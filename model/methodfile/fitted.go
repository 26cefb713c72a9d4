package methodfile

import "strconv"

// Decimals a fitted value is saved with (fit --out and the UI's fit): what
// the file keeps and the screens show, never 16 digits of a least-squares
// answer. The diameter at 0.1 µm and ΔH, ΔS, ΔCp at 0.001 are far below
// their standard errors; the UI edits these keys at the same precision.
const (
	FittedDiameterDecimals    = 4 // column.diameter_mm
	FittedPlateHeightDecimals = 3 // column.plate_height_factor
	FittedParticleDecimals    = 1 // column.particle_um
	FittedCompoundDecimals    = 3 // dH_kJ_mol, dS_J_mol_K, dCp_J_mol_K
)

// RoundFitted rounds the values a fit sets in m to the decimals above.
func RoundFitted(m *Method) {
	m.Column.DiameterMM = roundDecimals(m.Column.DiameterMM, FittedDiameterDecimals)
	m.Column.PlateHeight = roundDecimals(m.Column.PlateHeight, FittedPlateHeightDecimals)
	if m.Column.ParticleUM != 0 {
		m.Column.ParticleUM = roundDecimals(m.Column.ParticleUM, FittedParticleDecimals)
	}
	for i := range m.Compounds {
		c := &m.Compounds[i]
		if c.FromIndex {
			continue // derived from the ladder on reading, not saved
		}
		c.DHkJ = roundDecimals(c.DHkJ, FittedCompoundDecimals)
		c.DS = roundDecimals(c.DS, FittedCompoundDecimals)
		c.DCp = roundDecimals(c.DCp, FittedCompoundDecimals)
	}
}

// roundDecimals is x at d decimals, as the file writes it.
func roundDecimals(x float64, d int) float64 {
	v, err := strconv.ParseFloat(strconv.FormatFloat(x, 'f', d, 64), 64)
	if err != nil {
		return x
	}
	return v
}
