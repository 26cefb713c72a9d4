package methodfile

import (
	"math"
	"os"
	"path/filepath"
	"strings"
	"testing"

	"github.com/rampwise/rampwise/model/andi"
)

const runHead = `[[run]]
name = "a"
%s
[run.oven]
initial_c = 40.0
initial_hold_min = 1.0
[[run.oven.ramp]]
rate_c_min = 10.0
final_c = 280.0
hold_min = 0.0
`

func demoMethod(t *testing.T) *Method {
	m, err := ReadFile("../../testdata/demo.toml")
	if err != nil {
		t.Fatal(err)
	}
	return m
}

func TestRunsPeaksRelativeToRunsFile(t *testing.T) {
	dir := t.TempDir()
	os.MkdirAll(filepath.Join(dir, "exports"), 0o755)
	os.WriteFile(filepath.Join(dir, "exports", "a.csv"), []byte("RT;Area;Name\n3,30;100;hexanal\n3,50;50;\n7,10;20;\n"), 0o644)
	path := filepath.Join(dir, "runs.toml")
	os.WriteFile(path, []byte(strings.Replace(runHead, "%s", `peaks = "exports/a.csv"`, 1)), 0o644)
	runs, err := ReadRuns(path, demoMethod(t))
	if err != nil {
		t.Fatal(err)
	}
	r := runs.Runs[0]
	if r.Source != "peaks" || len(r.Peaks) != 3 || r.Retention["hexanal"] != 3.3 || len(r.Unnamed()) != 2 || len(r.Names()) != 1 {
		t.Fatalf("%+v", r)
	}
}

func TestRunsColumnsSettleTheTable(t *testing.T) {
	dir := t.TempDir()
	// no header, times in seconds below 100 would read as minutes
	os.WriteFile(filepath.Join(dir, "a.txt"), []byte("1\t95.5\t2000\n2\t99.0\t1000\n"), 0o644)
	text := strings.Replace(runHead, "%s", `peaks = "a.txt"`, 1) + "[run.columns]\ntime = 2\narea = 3\ntime_unit = \"s\"\n"
	path := filepath.Join(dir, "runs.toml")
	os.WriteFile(path, []byte(text), 0o644)
	runs, err := ReadRuns(path, demoMethod(t))
	if err != nil {
		t.Fatal(err)
	}
	p := runs.Runs[0].Peaks[0]
	if p.TimeMin != 95.5/60 || p.Area != 2000 {
		t.Fatalf("%+v", p)
	}
	// a column number that is not there
	os.WriteFile(path, []byte(strings.Replace(text, "area = 3", "area = 9", 1)), 0o644)
	if _, err := ReadRuns(path, demoMethod(t)); err == nil || !strings.Contains(err.Error(), "area") || !strings.Contains(err.Error(), "3 columns") {
		t.Errorf("bad column number: %v", err)
	}
	os.WriteFile(path, []byte(strings.Replace(text, "time = 2", "time = true", 1)), 0o644)
	if _, err := ReadRuns(path, demoMethod(t)); err == nil || !strings.Contains(err.Error(), "columns.time") {
		t.Errorf("bad column type: %v", err)
	}
}

func TestRunsChromatogramFindsPeaks(t *testing.T) {
	dir := t.TempDir()
	c := &andi.Chromatogram{IntervalS: 0.2, Values: make([]float64, 3000)}
	for i := range c.Values {
		tm := c.Time(i)
		for _, p := range []float64{3.3, 6.1} {
			z := (tm - p) / 0.01
			c.Values[i] += 1000 * exp(-z*z/2)
		}
	}
	b, err := andi.EncodeChromatogram(c)
	if err != nil {
		t.Fatal(err)
	}
	os.WriteFile(filepath.Join(dir, "a.cdf"), b, 0o644)
	path := filepath.Join(dir, "runs.toml")
	os.WriteFile(path, []byte(strings.Replace(runHead, "%s", `chromatogram = "a.cdf"`, 1)), 0o644)
	runs, err := ReadRuns(path, demoMethod(t))
	if err != nil {
		t.Fatal(err)
	}
	r := runs.Runs[0]
	if !r.Found || r.Trace == nil || len(r.Peaks) != 2 || abs(r.Peaks[1].TimeMin-6.1) > 0.002 {
		t.Fatalf("%+v", r.Peaks)
	}
	// the same file read as a verification run of the method's program
	v, err := ReadExportRun(filepath.Join(dir, "a.cdf"), demoMethod(t), nil)
	if err != nil || len(v.Peaks) != 2 || v.Oven.InitialC != demoMethod(t).Oven.InitialC {
		t.Fatalf("%v %+v", err, v)
	}
}

func TestRunsPeakTableDuplicateName(t *testing.T) {
	dir := t.TempDir()
	os.WriteFile(filepath.Join(dir, "a.csv"), []byte("RT,Name\n3.3,hexanal\n3.5,hexanal\n"), 0o644)
	path := filepath.Join(dir, "runs.toml")
	os.WriteFile(path, []byte(strings.Replace(runHead, "%s", `peaks = "a.csv"`, 1)), 0o644)
	if _, err := ReadRuns(path, demoMethod(t)); err == nil || !strings.Contains(err.Error(), "a.csv:3") || !strings.Contains(err.Error(), "named twice") {
		t.Errorf("%v", err)
	}
}

func exp(x float64) float64 { return math.Exp(x) }
func abs(x float64) float64 {
	if x < 0 {
		return -x
	}
	return x
}
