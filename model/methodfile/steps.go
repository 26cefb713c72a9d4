package methodfile

import (
	"math"
	"strconv"

	"github.com/rampwise/rampwise/model"
	"github.com/rampwise/rampwise/model/format"
)

// Step is the oven's (or the carrier's) keypad step for a value of kind k:
// temp_step_c, rate_step_c_min, hold_step_min, flow_step_ml_min or
// pressure_step_kpa, with the defaults where the limit is unset.
func (l Limits) Step(k model.ValueKind) float64 {
	or := func(x, def float64) float64 {
		if x > 0 {
			return x
		}
		return def
	}
	switch k {
	case model.InitialTemp, model.RampFinal:
		return or(l.TempStepC, DefaultTempStepC)
	case model.RampRate:
		return or(l.RateStepCMin, DefaultRateStepCMin)
	case model.InitialHold, model.RampHold:
		return or(l.HoldStepMin, DefaultHoldStepMin)
	case model.CarrierFlow:
		return or(l.FlowStepMLMin, DefaultFlowStepMLMin)
	case model.InletPressure:
		return or(l.PressureStepKPa, DefaultPressureStepKPa)
	}
	return 0
}

// OnStep is x on the keypad step (rounded to the nearest multiple, without
// binary noise): what the instrument takes.
func OnStep(x, step float64) float64 {
	if !(step > 0) || math.IsNaN(x) || math.IsInf(x, 0) {
		return x
	}
	v, _ := strconv.ParseFloat(format.OnStep(x, step), 64)
	return v
}
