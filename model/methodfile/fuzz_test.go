package methodfile

import (
	"os"
	"path/filepath"
	"testing"
)

func addFiles(f *testing.F, patterns ...string) {
	for _, p := range patterns {
		files, _ := filepath.Glob(p)
		for _, file := range files {
			if data, err := os.ReadFile(file); err == nil {
				f.Add(data)
			}
		}
	}
}

// FuzzParse: the method decoder never panics, and whatever it accepts
// writes and reads back to the same method.
func FuzzParse(f *testing.F) {
	addFiles(f, "../../testdata/*.toml", "../../testdata/bad/*.toml")
	f.Fuzz(func(t *testing.T, data []byte) {
		m, err := Parse("fuzz.toml", data)
		if err != nil {
			if _, ok := err.(*Error); !ok {
				t.Fatalf("error of type %T: %v", err, err)
			}
			return
		}
		out, err := Marshal(m)
		if err != nil {
			t.Fatal(err)
		}
		back, err := Parse("again.toml", out)
		if err != nil {
			t.Fatalf("accepted method does not read back: %v\n%s", err, out)
		}
		if !m.Equal(back) {
			t.Fatalf("round trip differs")
		}
		if _, err := m.System(); err != nil {
			// a valid file may still describe impossible physics; that is
			// an error, never a panic
			return
		}
	})
}

// FuzzParseRuns: the scouting-runs decoder never panics.
func FuzzParseRuns(f *testing.F) {
	addFiles(f, "../../testdata/scouting.toml", "../../testdata/bad-runs/*.toml")
	m, err := ReadFile("../../testdata/demo.toml")
	if err != nil {
		f.Fatal(err)
	}
	f.Fuzz(func(t *testing.T, data []byte) {
		runs, err := ParseRuns("runs.toml", data, m)
		if err != nil {
			if _, ok := err.(*Error); !ok {
				t.Fatalf("error of type %T: %v", err, err)
			}
			return
		}
		for i := range runs.Runs {
			if err := m.RunMethod(&runs.Runs[i]).ModelProgram().Validate(m.ModelColumn().MaxTemp); err != nil {
				t.Fatalf("accepted run with an invalid program: %v", err)
			}
		}
	})
}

☆ ☆ ☆ ☆ ☆ ☆ ☆

Return exactly, and only, the lines above starting at the line that contains "of a least-squares" and ending at the line that contains "initial_c = 40.0".

// the file keeps and the screens show, never 16 digits of a least-squares
// answer. The diameter at 0.1 µm and ΔH, ΔS, ΔCp at 0.001 are far below
// their standard errors; the UI edits these keys at the same precision.
const (
	FittedDiameterDecimals    = 4 // column.diameter_mm
	FittedPlateHeightDecimals = 3 // column.plate_height_factor
	FittedParticleDecimals    = 1 // column.particle_um
	FittedCompoundDecimals    = 3 // dH_kJ_mol, dS_J_mol_K, dCp_J_mol_K
)

// RoundFitted rounds the values a fit sets in m to the decimals above.
func RoundFitted(m *Method) {
	m.Column.DiameterMM = roundDecimals(m.Column.DiameterMM, FittedDiameterDecimals)
	m.Column.PlateHeight = roundDecimals(m.Column.PlateHeight, FittedPlateHeightDecimals)
	if m.Column.ParticleUM != 0 {
		m.Column.ParticleUM = roundDecimals(m.Column.ParticleUM, FittedParticleDecimals)
	}
	for i := range m.Compounds {
		c := &m.Compounds[i]
		if c.FromIndex {
			continue // derived from the ladder on reading, not saved
		}
		c.DHkJ = roundDecimals(c.DHkJ, FittedCompoundDecimals)
		c.DS = roundDecimals(c.DS, FittedCompoundDecimals)
		c.DCp = roundDecimals(c.DCp, FittedCompoundDecimals)
	}
}

// roundDecimals is x at d decimals, as the file writes it.
func roundDecimals(x float64, d int) float64 {
	v, err := strconv.ParseFloat(strconv.FormatFloat(x, 'f', d, 64), 64)
	if err != nil {
		return x
	}
	return v
}
repository 26cefb713c72a9d4
package methodfile

import (
	"math"
	"os"
	"path/filepath"
	"strings"
	"testing"

	"github.com/rampwise/rampwise/model/andi"
)

const runHead = `[[run]]
name = "a"
%s
[run.oven]
initial_c = 40.0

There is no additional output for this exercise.